Time Warner Cable Internet has a new get-rich scheme for itself: charging its cable internet customers by how much they upload and download. The company is trying it out just among new customers in Beaumont, Texas. If you go over your limit, you pay $1 per gigabyte.
Here's how CNet says it works: The cheap package is $30, which gets you 5 GB and slow downloads. The more deluxe package is $55 and comes with faster service and 40 GB. Internet providers dream of selling service this way. Time Warner told the AP that 5% of users are bandwidth hogs that use up half the bandwidth.
Most people don't know how much they use, but would do OK with the lower plan. But the huge catch is they'd have to tolerate the slow speed. The slow speed is 768 kilobits per second; fast is 15 megabits per second. And everyone likes to think they'll soon be taking advantage of all new kinds of distracting online technologies and they don't want to close themselves off from the possibility. Especially those who bought a computer with a TV tuner.

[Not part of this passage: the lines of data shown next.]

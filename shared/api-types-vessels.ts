/** Answers of the vessel routes (docs/domain.md#vessel-response), shared by the server and the client. */

export interface VesselResponse {
  id: string;
  name: string;
  /** Response columns of its RAO table (empty until one is imported). */
  responses: string[];
  raoFileName: string | null;
  raoImportedAt: string | null;
}

/** A vessel's RAO table as answered: periods, headings and per response its amplitudes [heading][period]. */
export interface VesselRaosResponse {
  vesselId: string;
  fileName: string | null;
  importedAt: string | null;
  /** Periods, s, ascending. */
  periods: number[];
  /** Relative headings, deg, ascending (0 = head seas). */
  headings: number[];
  responses: { response: string; label: string; unit: string; values: number[][] }[];
}
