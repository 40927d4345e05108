import { describe, expect, it } from 'vitest';
import type { OperationLimits } from '../../shared/engine/types';
import { describeLimits } from '../../shared/limits-in-words';

// Every kind of limit the engine tests must reach the words the coordinator and the client read
// (the Sites & limits page and the printed downtime report): a limit left out of the printed
// "Limits used (OPLIM)" would make the report say less than the schedule was worked from.
// `satisfies Required<OperationLimits>` makes the type check fail when a new kind of limit is added
// to the engine's type and not here.
const EVERY_LIMIT = {
  hsMax: 1.5,
  hsTpCurve: [
    [4, 1.8],
    [8, 1.5],
    [16, 1],
  ],
  tpMin: 3,
  tpMax: 14,
  tpExcluded: [[13, 15]],
  tpExcludedMinHs: 0.3,
  bedVelocityMax: 0.35,
  bedVelocityMethod: 'soulsby',
  windMax: 16,
  minDepth: 5,
  minDepthParts: { draught: 4.2, clearance: 0.8 },
  maxDepth: 30,
  currentMax: 1.2,
  tideWindow: { reference: 'high', before: 3, after: 2 },
  hsTargets: [
    { target: 'longPeriod', minPeriodS: 12, max: 0.8 },
    { target: 'windSea', max: 1.2 },
  ],
  responses: [
    { response: 'roll_deg_per_m', statistic: 'mpm', durationH: 3, max: 4 },
    { response: 'vel_z_m_s_per_m@bow_fender', statistic: 'significant', max: 0.8 },
  ],
  responseSea: { windSeaGamma: null, swellGamma: 5, windSeaSpreading: 2, swellSpreading: 'long-crested' },
} satisfies Required<OperationLimits>;

/** Narrow no-break spaces as plain spaces, so the expectations read as typed. */
const plain = (phrases: string[]) => phrases.map((p) => p.replace(/\u202f/g, ' '));

describe('limits in words (shared/limits-in-words.ts)', () => {
  it('names every limit in the short form of the Sites & limits page', () => {
    expect(plain(describeLimits(EVERY_LIMIT))).toEqual([
      'Hs ≤ 1.5 m',
      'Hs under the Hs–Tp curve (1–1.8 m), no-go outside Tp 4–16 s',
      'Tp 3–14 s',
      'Tp not in 13–15 s',
      'excluded bands tested on each partition from Hs 0.3 m',
      'bed velocity ≤ 0.35 m/s (Soulsby 2006)',
      'wind ≤ 16 m/s',
      'depth ≥ 5 m (draught 4.2 m + clearance 0.8 m)',
      'depth ≤ 30 m',
      'current ≤ 1.2 m/s',
      'only from 3 h before to 2 h after high water',
      'long-period sea (Tp ≥ 12 s) Hs ≤ 0.8 m',
      'wind sea Hs ≤ 1.2 m',
      'roll most probable max over 3 h ≤ 4 deg',
      'vertical velocity at bow_fender significant ≤ 0.8 m/s',
    ]);
  });

  it('names every limit in the full form of the printed report, with the spectra the responses use', () => {
    const full = plain(describeLimits(EVERY_LIMIT, 'full'));
    expect(full).toContain('Hs under the Hs–Tp curve (4 s, 1.8 m) (8 s, 1.5 m) (16 s, 1 m), no-go outside Tp 4–16 s');
    expect(full).toContain('near-bed orbital velocity ≤ 0.35 m/s (Soulsby 2006)');
    expect(full).toContain('wind at 10 m ≤ 16 m/s');
    expect(full).toContain('still-water depth ≥ 5 m (draught 4.2 m + under-keel clearance 0.8 m)');
    expect(full).toContain('only from 3 h before to 2 h after predicted high water');
    expect(full).toContain('long-period sea (Tp ≥ 12 s) Hs ≤ 0.8 m');
    expect(full).toContain('roll most probable max over 3 h ≤ 4 deg');
    // Wind-sea gamma left out = the DNV-RP-C205 rule (docs/domain.md#vessel-response).
    expect(full).toContain('responses worked from wind sea γ by the DNV-RP-C205 rule, cos^2 spreading and swell γ 5, long-crested');
  });

  it('says something for each limit on its own, so none is silently dropped', () => {
    const keys = Object.keys(EVERY_LIMIT) as (keyof typeof EVERY_LIMIT)[];
    // Settings that only qualify another limit: the method of the bed velocity, the parts of the
    // minimum depth, the band threshold and the spectra (full form, with a response limit).
    const qualifiers = new Set(['bedVelocityMethod', 'minDepthParts', 'tpExcludedMinHs', 'responseSea']);
    for (const key of keys) {
      if (qualifiers.has(key)) continue;
      const alone = { [key]: EVERY_LIMIT[key] } as OperationLimits;
      expect(describeLimits(alone, 'full').length, key).toBeGreaterThan(0);
      expect(describeLimits(alone, 'short').length, key).toBeGreaterThan(0);
    }
    expect(describeLimits({})).toEqual([]);
  });
});
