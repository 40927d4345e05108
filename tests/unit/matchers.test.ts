// The toBeRelClose matcher (tests/support/matchers.ts): passes inside the tolerance, fails outside
// it with a message naming both values and the tolerance. Values are hand-picked here.
import { describe, expect, it } from 'vitest';

describe('toBeRelClose', () => {
  it('passes within the relative tolerance, edge included', () => {
    expect(1.0005).toBeRelClose(1, 1e-3);
    expect(1.001).toBeRelClose(1, 1e-3);
    expect(-2).toBeRelClose(-2, 0);
  });

  it('fails outside it, naming both values and the tolerance', () => {
    let message = '';
    try {
      expect(1.01).toBeRelClose(1, 1e-3);
    } catch (err) {
      message = (err as Error).message;
    }
    expect(message).toContain('1.01');
    expect(message).toContain('within a relative 0.001 of 1');
    expect(message).toContain('relative error 1.000e-2');
  });

  it('refuses a value that is not a number', () => {
    expect(() => expect('1').toBeRelClose(1, 1e-3)).toThrow(/needs a number/);
  });

  it('works negated', () => {
    expect(1.1).not.toBeRelClose(1, 1e-3);
  });
});
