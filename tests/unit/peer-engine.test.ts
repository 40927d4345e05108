// The peer bench's threaded run (bench/peer-engine.ts: threads that split each worksite's records
// for the transform and the status, and hand out its operations for the statistics) against the
// same work on this thread: every (worksite, operation) figure must be the same, on the first run
// and on a run over the input the threads keep. No outside figures here: the reference is the
// one-thread path of the same code. Invented input (a smooth sea with a few missing records).
import { afterAll, describe, expect, it } from 'vitest';
import type { OperationSpec } from '../../shared/engine';
import { EnginePool, runHindcastAllSites, shareRange, type HindcastInput } from '../../bench/peer-engine';

function inventedInput(): HindcastInput {
  const n = 2 * 8760 + 5; // two years hourly, not a multiple of 64
  const t0 = Date.UTC(2011, 0, 1);
  const timeMs = Float64Array.from({ length: n }, (_, i) => t0 + i * 3_600_000);
  const round = (x: number, d: number) => Math.round(x * d) / d;
  const hs = Float64Array.from({ length: n }, (_, i) =>
    i % 997 === 3 ? NaN : round(1.4 + Math.sin(i / 53) + 0.4 * Math.sin(i / 7.3), 100),
  );
  const tp = Float64Array.from({ length: n }, (_, i) => round(8.5 + 3 * Math.sin(i / 97) + Math.sin(i / 11), 100));
  const dir = Float64Array.from({ length: n }, (_, i) => round(255 + 50 * Math.sin(i / 41), 10));
  const wind = Float64Array.from({ length: n }, (_, i) => (i % 1301 === 7 ? NaN : round(9 + 6 * Math.sin(i / 23), 10)));
  const op = (tpopH: number, limits: Partial<OperationSpec['limits']>): OperationSpec => ({
    tpopH,
    tcH: 2,
    weatherRestricted: true,
    limits: {
      hsMax: null,
      tpMin: null,
      tpMax: null,
      tpExcluded: null,
      hsTpCurve: null,
      bedVelocityMax: null,
      bedVelocityMethod: 'linear',
      windMax: null,
      ...limits,
    },
  });
  const operations = [
    op(4, { hsMax: 1.2 }),
    op(12, { hsMax: 2, tpExcluded: [[7, 9]] }),
    op(6, {
      hsTpCurve: [
        [4, 1],
        [8, 2.2],
        [13, 1.1],
      ],
    }),
    op(8, { bedVelocityMax: 0.4 }),
    op(10, { bedVelocityMax: 0.5, bedVelocityMethod: 'soulsby' }),
    op(24, { hsMax: 2.5, windMax: 12, tpMin: 5, tpMax: 12 }),
    op(48, { windMax: 15 }),
  ];
  const sites = [
    { depthM: 4, shoreNormalDeg: 250, breakerIndex: 0.6 },
    { depthM: 12, shoreNormalDeg: 230, breakerIndex: 0.6 },
    { depthM: 30, shoreNormalDeg: null, breakerIndex: 0.6 },
  ];
  return { timeMs, hs, tp, dir, wind, sourceDepthM: 50, sites, operations };
}

let pool: EnginePool | null = null;
afterAll(() => pool?.close());

describe('bench:peer on worker threads', () => {
  it('shares of records start on 64-record boundaries and cover the series once', () => {
    for (const [n, workers] of [
      [17525, 2],
      [17525, 3],
      [100, 5],
      [0, 2],
    ]) {
      let next = 0;
      for (let w = 0; w < workers; w++) {
        const [lo, hi] = shareRange(n, w, workers);
        expect(lo).toBe(next);
        expect(lo % 64 === 0 || lo === n).toBe(true);
        next = hi;
      }
      expect(next).toBe(n);
    }
  });

  it('gives every (worksite, operation) figure of the one-thread run, on two and three threads, also on a run over the input they keep', async () => {
    const input = inventedInput();
    const here = runHindcastAllSites(input);
    expect(here.sums).toHaveLength(input.sites.length * input.operations.length);
    expect(here.sums.every((x) => Number.isFinite(x) && x > 0)).toBe(true);
    for (const threads of [2, 3]) {
      pool = await EnginePool.start(threads);
      const first = await pool.run(input);
      const again = await pool.run(input);
      expect(first.sums).toEqual(here.sums);
      expect(again.sums).toEqual(here.sums);
      expect(again.checksum).toBe(here.checksum);
      await pool.close();
      pool = null;
    }
  }, 120_000);
});
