/**
 * Transforms a series of sea states from the data point to a worksite (docs/domain.md#transformation, steps 1-6):
 * 1. theta_src = wrap to (-180, 180] of (Dir - beta); no bearing: Kr = 1, direction kept;
 *    |theta_src| >= 90: LANDWARD, shoaling only, direction kept.
 * 2. Snell: sin(theta_site) = (C_site/C_src) sin(theta_src), Kr = sqrt(cos(theta_src)/cos(theta_site));
 *    if |sin(theta_site)| >= 1 (site deeper than the data point): REFRACTION_SKIPPED, Kr = 1,
 *    direction kept. (docs/domain.md#convention-2 says "exceeds 1"; at exactly 1 Kr would be infinite, so that
 *    grazing case is skipped too.)
 * 3. Ks = sqrt(Cg_src/Cg_site), linear theory at Tp (docs/domain.md#convention-1 for an unknown source depth).
 * 4. Hs_site = Hs_src*Ks*Kr; direction beta + theta_site wrapped to [0, 360).
 *    With a transfer table instead of 1-4: Hs_site = Hs_src*factor(sector, band), direction kept,
 *    TRANSFER_TABLE, ks = factor, kr = 1 (docs/domain.md#convention-17). The table needs the direction, so a
 *    missing direction makes the record missing.
 * 5. Hs_site > gamma_b*d_site (strictly): capped, DEPTH_LIMITED (docs/domain.md#convention-4).
 * 6. Periods unchanged. Bed velocities at the worksite use Hs after the cap, Tp (linear) and Tz
 *    (Soulsby; from the record, else Tz = (Tz/Tp)(gamma)*Tp, docs/domain.md#convention-8), at the site depth.
 * Missing (docs/domain.md#convention-3): Hs or Tp NaN, negative or infinite, or (with a bearing or a table) the
 * direction NaN: every output is NaN and the flag is MISSING_INPUT. Invariant for every other
 * record: hs before the cap = Hs_src*ks*kr (to float32 rounding of ks, kr).
 *
 * Performance: per-period quantities (C, Cg at both depths, 1/sinh(k*d_site), the Soulsby factor,
 * the table band) are computed once per distinct Tp (and Tz) value, and per-direction ones (theta,
 * its sine and cosine, the table sector) once per distinct direction, cached by exact value, so
 * the results equal `transformOne`'s bit for bit; the loop allocates nothing per record. About
 * 15-20 million record-transforms per second on one core with `out` reused (bench/transform-bench.ts).
 * Output arrays may be the input arrays (each index is read before it is written).
 *
 * @param input - Hs (m), Tp (s), Tz (s), Dir (deg), typed arrays of equal length; NaN = missing.
 * @param source - data point (depth m, Infinity = deep).
 * @param site - worksite geometry.
 * @param options - g (m/s2), gamma (for Tz from Tp), out (arrays to fill).
 * @returns the worksite series (`options.out` when given).
 * @throws RangeError for arrays of different lengths, an `out` of the wrong length, a bad depth,
 *   bearing, breaker index, g, gamma, or transfer table.
 */
export function transformToSite(input: SeaSeriesInput, source: SourcePoint, site: SiteGeometry, options?: TransformOptions): SiteSeries {
  const setup = checkSetup(source, site, options);
  if (input.waterLevelM) return transformWithWaterLevel(input, input.waterLevelM, setup, options);
  const { hsM: hsIn, tpS: tpIn, tzS: tzIn, dirDeg: dirIn } = input;
  const n = hsIn.length;
  if (tpIn.length !== n || tzIn.length !== n || dirIn.length !== n) {
    throw new RangeError('hsM, tpS, tzS and dirDeg must have the same length');
  }
  const out = options?.out ?? createSiteSeries(n);
  if (
    out.hsM.length !== n ||
    out.dirDeg.length !== n ||
    out.ks.length !== n ||
    out.kr.length !== n ||
    out.flags.length !== n ||
    out.bedVelocityLinearMps.length !== n ||
    out.bedVelocitySoulsbyMps.length !== n
  ) {
    throw new RangeError(`every out array must have the input length ${n}`);
  }
  const { hsM: hsOut, dirDeg: dirOut, ks: ksOut, kr: krOut, flags: flagsOut } = out;
  const linOut = out.bedVelocityLinearMps;
  const soulOut = out.bedVelocitySoulsbyMps;

  const { g, tzOverTp, siteDepthM, depthLimitM, table } = setup;
  const mode = table ? MODE_TABLE : setup.bearing !== null ? MODE_REFRACT : MODE_NONE;
  const beta = setup.bearing ?? 0;
  const sectorCount = table ? table.directionSectorsDeg.length : 0;
  const bandCount = table ? table.tpBandsS.length : 0;
  const tableFactors = new Float64Array(sectorCount * bandCount);
  if (table) {
    for (let s = 0; s < sectorCount; s++) for (let b = 0; b < bandCount; b++) tableFactors[s * bandCount + b] = table.factors[s][b];
  }

  // Phase 1: the distinct Tp and direction values, and each record's index into them (-1 when
  // missing or invalid). Small loops of one kind each, so they are optimised at once.
  const prepared = options?.prepared;
  if (
    prepared &&
    (prepared.input.hsM !== hsIn || prepared.input.tpS !== tpIn || prepared.input.tzS !== tzIn || prepared.input.dirDeg !== dirIn)
  ) {
    throw new RangeError('options.prepared was made from another input');
  }
  let tpIds: Int32Array;
  let tpKeys: Float64Array;
  let dirIds: Int32Array | null = null;
  let dirKeys: Float64Array = new Float64Array(0);
  if (prepared) {
    tpIds = prepared.tpIds;
    tpKeys = prepared.tpKeys;
    if (mode !== MODE_NONE) {
      dirIds = prepared.dirIds;
      dirKeys = prepared.dirKeys;
    }
  } else {
    tpIds = new Int32Array(n);
    tpKeys = new FloatKeyIndex(1024).assignIds(tpIn, tpIds, true);
    if (mode !== MODE_NONE) {
      dirIds = new Int32Array(n);
      dirKeys = new FloatKeyIndex(1024).assignIds(dirIn, dirIds, false);
    }
  }

  // Phase 2: per-period terms once per distinct Tp, per-direction terms once per distinct direction.
  const terms = new Float64Array(Math.max(1, tpKeys.length) * STRIDE);
  for (let id = 0; id < tpKeys.length; id++) {
    const tp = tpKeys[id];
    const t = periodTerms(tp, setup);
    const b = id * STRIDE;
    terms[b + T_CRATIO] = t.cRatio;
    terms[b + T_KS] = t.ks;
    terms[b + T_LIN] = t.linearPerHs;
    terms[b + T_SOUL] = soulsbyVelocityPerHs(tp * tzOverTp, siteDepthM, g);
    terms[b + T_BAND] = table ? transferBandIndex(table, tp) : 0;
  }
  const dirTerms = directionTerms(dirKeys, table, beta);

  // Phase 3: every record from those tables (Soulsby from a record's own Tz only where it has one).
  const anyTz = prepared ? prepared.anyTz : hasUsableTz(tzIn);
  const soulTz = anyTz ? soulsbyFromTz(tzIn, siteDepthM, g) : tzIn;
  if (options?.fields === 'engine') {
    engineFields(hsIn, tzIn, tpIds, dirIds, mode, terms, dirTerms, tableFactors, bandCount, depthLimitM, soulTz, out);
    return out;
  }
  const missing = TRANSFORM_FLAG.MISSING_INPUT;
  for (let i = 0; i < n; i++) {
    const hs = hsIn[i];
    const tpId = tpIds[i];
    const dirId = dirIds === null ? 0 : dirIds[i];
    if (!(hs >= 0 && hs < Infinity) || tpId < 0 || dirId < 0) {
      hsOut[i] = NaN;
      dirOut[i] = NaN;
      ksOut[i] = NaN;
      krOut[i] = NaN;
      flagsOut[i] = missing;
      linOut[i] = NaN;
      soulOut[i] = NaN;
      continue;
    }
    const base = tpId * STRIDE;
    let flags = 0;
    let ks: number;
    let kr = 1;
    let dirSite: number;
    if (mode === MODE_NONE) {
      ks = terms[base + T_KS];
      dirSite = wrapDegrees360(dirIn[i]);
    } else {
      const dbase = dirId * DSTRIDE;
      if (mode === MODE_REFRACT) {
        ks = terms[base + T_KS];
        if (dirTerms[dbase + D_LANDWARD] !== 0) {
          flags = TRANSFORM_FLAG.LANDWARD;
          dirSite = dirTerms[dbase + D_WRAPPED];
        } else {
          const sinSite = dirTerms[dbase + D_SIN] * terms[base + T_CRATIO];
          const cos2Site = 1 - sinSite * sinSite;
          if (cos2Site > 0) {
            kr = Math.sqrt(dirTerms[dbase + D_COS] / Math.sqrt(cos2Site));
            dirSite = wrapDegrees360(beta + Math.asin(sinSite) * RAD_TO_DEG);
          } else {
            flags = TRANSFORM_FLAG.REFRACTION_SKIPPED;
            dirSite = dirTerms[dbase + D_WRAPPED];
          }
        }
      } else {
        ks = tableFactors[dirTerms[dbase + D_SECTOR] * bandCount + terms[base + T_BAND]];
        flags = TRANSFORM_FLAG.TRANSFER_TABLE;
        dirSite = dirTerms[dbase + D_WRAPPED];
      }
    }

    // Capped by Math.min: assigning the limit (not a computed number) to hsSite would make the
    // optimiser box every record's Hs (measured: 20 MB of garbage a 30-year worksite).
    const hsShoaled = hs * ks * kr;
    if (hsShoaled > depthLimitM) flags |= TRANSFORM_FLAG.DEPTH_LIMITED;
    const hsSite = Math.min(hsShoaled, depthLimitM);
    // Soulsby factor: Tz from the record, else from Tp (docs/domain.md#convention-8).
    const tz = tzIn[i];
    const soul = tz > 0 && tz < Infinity ? soulTz[i] : terms[base + T_SOUL];

    hsOut[i] = hsSite;
    dirOut[i] = dirSite;
    ksOut[i] = ks;
    krOut[i] = kr;
    flagsOut[i] = flags;
    linOut[i] = hsSite * terms[base + T_LIN];
    soulOut[i] = hsSite * soul;
  }
  return out;
}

Wireless broadband customers at Verizon already pay metered usage. But they get connected by a USB modem anywhere. The cheap plan, which seems nearly identical to Time Warner's metered plan, is $35 --- but it's completely portable. You get the 5 MB. I'd assume it's slow. Verizon describes it as "average download speeds of 600 Kbps – 1.4 Mbps."
If the lower plan were lower still, say $15, it might be worth it for the unenthusiastic internet user. But $30 is no bargain. I don't see any advantage to consumers in the metered plan.